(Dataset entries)

import { describe, expect, it } from 'vitest'
import { cautions, cautionSources } from '../../../../shared/settings/cautions'

/* What has to be said wherever values leave for a drive; each once, in words that somebody reads with gloves on. */
const said = [
  ['isolate and lock out', /isolate and lock out/i],
  ['stored energy: DC link, springs, air, weight', /stored energy.*DC link, springs, air, weight/i],
  ['block what can fall', /block what can fall/i],
  ['safe torque off does not hold a load', /safe torque off does not hold a load/i],
  ['polarity before power', /polarity.*before power/i],
  ['first motion slow, nobody in reach', /first motion at reduced speed, with nobody in reach/i],
  ['taught values are not copied', /taught are not copied/i],
  ['thrust and speed limits belong to the risk assessment', /thrust and speed limits belong to the machine’s risk assessment/i],
  ['no safety function', /no safety function/i],
  ['the maker’s instructions, local codes and a qualified person decide', /maker’s instructions, local codes and a qualified person decide/i],
] as const

describe('the cautions', () => {
  it.each(said)('say once: %s', (_what, words) => expect(cautions.filter(caution => words.test(caution))).toHaveLength(1))

  it('begin with what comes first at the machine', () => {
    const order = [/lock out/, /can fall/, /polarity/i, /first motion/i].map(words => cautions.findIndex(caution => words.test(caution)))
    expect(order).toEqual([...order].sort((a, b) => a - b))
    expect(order[0]).toBe(0)
  })

  it('are short sentences', () => {
    for (const caution of cautions) {
      expect(caution).toMatch(/^[A-Z].*\.$/)
      for (const sentence of caution.split(/(?<=\.) /)) expect(sentence.split(' ').length, sentence).toBeLessThanOrEqual(16)
    }
  })

  // Headings read in public material, the standards themselves are not free.
  it.each(['ISO 12100', 'ISO 14118', 'IEC 60204-1', 'IEC 61800-5-1', '29 CFR 1910.147'])('name %s', source => expect(cautionSources.split(', ')).toContain(source))
})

# PROBLEM
Whenever the string "cautionSources" shows up in a line above, copy that line.

# RESPONSE
import { cautions, cautionSources } from '../../../../shared/settings/cautions'
  it.each(['ISO 12100', 'ISO 14118', 'IEC 60204-1', 'IEC 61800-5-1', '29 CFR 1910.147'])('name %s', source => expect(cautionSources.split(', ')).toContain(source))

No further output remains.